[[ Supplied data open ]]

import type { Logger } from 'pino';
import type { Config } from './config';
import type { Db } from './db/database';
import { createImagePool, type ImagePool } from './images/pool';
import { PhotoStorage } from './images/storage';
import { derivativesFailed, derivativesHandler } from './jobs/photo-jobs';
import { JobRunner } from './jobs/runner';
import type { UploadLimits } from './middleware/upload-storage';

/** Photo storage, the worker pool and the job runner: the moving parts of ingest. */
export interface IngestRuntime {
  storage: PhotoStorage;
  pool: ImagePool;
  runner: JobRunner;
  limits: UploadLimits;
  maxMegapixels: number;
  stop(): Promise<void>;
}

/**
 * Prepares storage and recovers from an unclean stop (interrupted jobs queued again, temp files and
 * unreferenced files removed), then starts the job runner.
 */
export async function startIngest(
  db: Db,
  config: Config,
  log: Logger,
  options: { startRunner?: boolean } = {},
): Promise<IngestRuntime> {
  const storage = new PhotoStorage(config.uploadsDir);
  await storage.init();
  await db
    .updateTable('photos')
    .set({ status: 'queued' })
    .where('status', '=', 'processing')
    .execute();
  const referenced = new Set(
    (await db.selectFrom('photos').select('sha256').distinct().execute()).map((r) => r.sha256),
  );
  const swept = await storage.recover(referenced);
  if (swept.tmp || swept.orphans) log.info(swept, 'storage recovered after an unclean stop');

  const pool = createImagePool(config.workers);
  const runner = new JobRunner(
    db,
    log,
    {
      derivatives: {
        run: derivativesHandler(db, pool, storage),
        onFinalFailure: derivativesFailed(db),
      },
    },
    pool.threads,
    500,
    config.jobRetryMs,
  );
  if (options.startRunner ?? true) await runner.start();
  return {
    storage,
    pool,
    runner,
    limits: {
      maxFileBytes: config.uploadMaxFileMb * 1_000_000,
      maxFilesPerRequest: config.uploadMaxFiles,
      maxRequestBytes: config.uploadMaxRequestMb * 1_000_000,
    },
    maxMegapixels: config.maxMegapixels,
    async stop() {
      await runner.stop();
      await pool.close();
    },
  };
}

[[ Supplied data closed ]]

- Requirement: Lines with "jobs": state how many there are in the records, and nothing more.

- Result below: 3